IONS Scientists Explore Discoveries in Human Consciousness at Bahamas Symposium

March 22, 2018
Arnaud Delorme, IONS Scientist

Earlier this month, Cassandra Vieten, Helané Wahbeh, Jonathan Schooler, and myself made presentations at the Symposium on Human Consciousness at the Vivenanda Ashram on paradise island near Nassau in the Bahamas. More than 200 participants from the ashram attended our sessions. Ashram participants are college graduates from all around the world interested in yoga and eastern philosophy. They are not necessarily devotees, although a core group of about 15 staff members are devotees themselves. It was therefore an enthusiastic and receptive audience to present our ideas and research.

Cassandra Vieten, IONS president, presented research on the future of meditation project. Cassi explained how, over the last four years, a task force of meditation researchers and teachers met regularly to develop recommendations for expanding the current meditation research field to include these important, yet often neglected, topics. These meetings led to a cross-sectional online survey to investigate the prevalence of a wide range of experiences in 1,120 meditators who responded to an internet survey. Results showed that the majority of respondents reported having had many of these anomalous and extraordinary experiences. While some of the topics are potentially controversial, we look forward to subjecting them to rigorous scientific investigation. These arenas represent largely uncharted scientific terrain and provide excellent opportunities for both new and experienced researchers. More information about this project is available at noetic.org/fomr.
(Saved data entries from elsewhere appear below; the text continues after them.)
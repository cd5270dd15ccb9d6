// SPDX-License-Identifier: MIT
// A progress bar on stderr for long runs: species done / total, rate and time left. Silent when
// stderr is not a terminal, when asked to be quiet, and for runs shorter than half a second.
#pragma once

#include <chrono>
#include <functional>
#include <mutex>
#include <string>

namespace sevenfold::cli {

class ProgressBar {
 public:
  ProgressBar(std::string label, bool quiet);
  // A thread-safe callback for RegenerateOptions::progress.
  std::function<void(int, int)> Callback();
  // Clears the bar line if one was drawn.
  void Finish();

 private:
  void Update(int num_done, int num_total);

  std::string label_;
  bool enabled_ = false;
  bool drawn_ = false;
  std::chrono::steady_clock::time_point start_;
  std::chrono::steady_clock::time_point last_draw_;
  std::mutex mutex_;
};

}  // namespace sevenfold::cli
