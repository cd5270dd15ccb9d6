// SPDX-License-Identifier: MIT
// What SIGINT, SIGTERM and SIGHUP do to a running command: remove the temporary files of
// outputs not yet in place (core/atomic_file.h) and end with 128 + the signal's number (130,
// 143, 129), leaving every old output as it was.
#pragma once

namespace sevenfold::cli {

// Installs the handlers; call once, first thing in main.
void InstallInterruptCleanup();

}  // namespace sevenfold::cli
Helané Wahbeh, IONS director of research, shared her research on trance mediums. She explained how the IONS channeling research program has made great leaps in many of its research questions. She presented results on a systematic review of terminology and a survey on dissociation and channeling data — the cross-sectional survey on channeling that will be distributed globally to measure prevalence (how common channeling is). She also explained how a focus group of full-trance channels was being held in March to learn about technologies, information relevant to channeling research, and about how channeling works. This is the first study of its kind to study multiple channels channeling simultaneously.
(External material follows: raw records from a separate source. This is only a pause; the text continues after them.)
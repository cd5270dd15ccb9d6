// SPDX-License-Identifier: MIT
#include "species/text_checks.h"

#include <cstddef>

namespace sevenfold::detail {

std::optional<BadByte> FindBadByte(const std::string& text) {
  BadByte at;
  std::size_t i = 0;
  while (i < text.size()) {
    const unsigned char lead = static_cast<unsigned char>(text[i]);
    at.byte = lead;
    if (lead < 0x80) {
      if ((lead < 0x20 && lead != '\t' && lead != '\n' && lead != '\r') || lead == 0x7f) {
        at.control = true;
        return at;
      }
      ++i;
      if (lead == '\n') {
        ++at.line;
        at.column = 1;
      } else {
        ++at.column;
      }
      continue;
    }
    // Well-formed sequences per the Unicode Standard, table 3-7: no overlong forms, no
    // surrogates, nothing above U+10FFFF.
    int length = 0;
    unsigned char second_min = 0x80, second_max = 0xbf;
    if (lead >= 0xc2 && lead <= 0xdf) {
      length = 2;
    } else if (lead >= 0xe0 && lead <= 0xef) {
      length = 3;
      if (lead == 0xe0) second_min = 0xa0;
      if (lead == 0xed) second_max = 0x9f;
    } else if (lead >= 0xf0 && lead <= 0xf4) {
      length = 4;
      if (lead == 0xf0) second_min = 0x90;
      if (lead == 0xf4) second_max = 0x8f;
    } else {
      return at;
    }
    if (i + length > text.size()) return at;
    for (int k = 1; k < length; ++k) {
      const unsigned char next = static_cast<unsigned char>(text[i + k]);
      const unsigned char low = k == 1 ? second_min : 0x80, high = k == 1 ? second_max : 0xbf;
      if (next < low || next > high) return at;
    }
    i += static_cast<std::size_t>(length);
    ++at.column;
  }
  return std::nullopt;
}

int SecondDocumentLine(const std::string& text) {
  const auto is_marker = [](const std::string& line, const char* marker) {
    return line.compare(0, 3, marker) == 0 &&
           (line.size() == 3 || line[3] == ' ' || line[3] == '\t' || line[3] == '\r');
  };
  bool seen_content = false, ended = false;
  int number = 0;
  std::size_t start = 0;
  while (start < text.size()) {
    std::size_t end = text.find('\n', start);
    if (end == std::string::npos) end = text.size();
    const std::string line = text.substr(start, end - start);
    start = end + 1;
    ++number;
    const std::size_t first = line.find_first_not_of(" \t\r");
    if (first == std::string::npos || line[first] == '#' || line[0] == '%') continue;
    if (is_marker(line, "---")) {
      if (seen_content || ended) return number;
      // "--- value": the document's content starts on this line.
      const std::size_t rest = line.find_first_not_of(" \t\r", 3);
      if (rest != std::string::npos && line[rest] != '#') seen_content = true;
      continue;
    }
    if (is_marker(line, "...")) {
      ended = true;
      continue;
    }
    if (ended) return number;
    seen_content = true;
  }
  return 0;
}

}  // namespace sevenfold::detail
I myself presented results on medium research and accuracy of mediums in blind readings. In our previous experiment, we asked mediums to tell us if old photographs depicted individuals who had passed away or individuals who are still alive. This study was very successful and mediums were able to intuit correctly if an image contained a person who was living or deceased. This work has been published in the Explore journal. Our next study will test 12 mediums and 12 age- and gender-matched non-medium controls. We’ll ask mediums to classify face photographs as in the previous experiment. However, this time, the medium will have to indicate the cause of death and all depicted individuals will be deceased. They will have five possible choices: accident, homicide, suicide, cardiovascular, or cancer. I described the methodology and the expected results for this exciting experiment.

Jonathan Schooler, professor at UC Santa Barbara, presented a model of consciousness where subjective time and objective time are independent of each other. In his model, the angle between the two time axes represent our experience of time. A fly will go at a steeper angle than a human because time goes faster for a fly (for example, a fly can be sensitive to the fast flicker in neon lights, while a human perceives it as a steady light source). Some experiences, such as an out-of-body experience or enlightenment, could correspond to special arrangements between the two time axes, which Jonathan explained in detail. Jonathan even had a third time axis to account for free will. His model of time and free will is explained for a lay audience in the documentary Through the Wormhole with Morgan Freeman.

Overall, it was a very enriching symposium with lively discussions between the participants and the faculty. We are looking forward to sharing more IONS research projects and results in the future to further expand this field of research that IONS has been pioneering.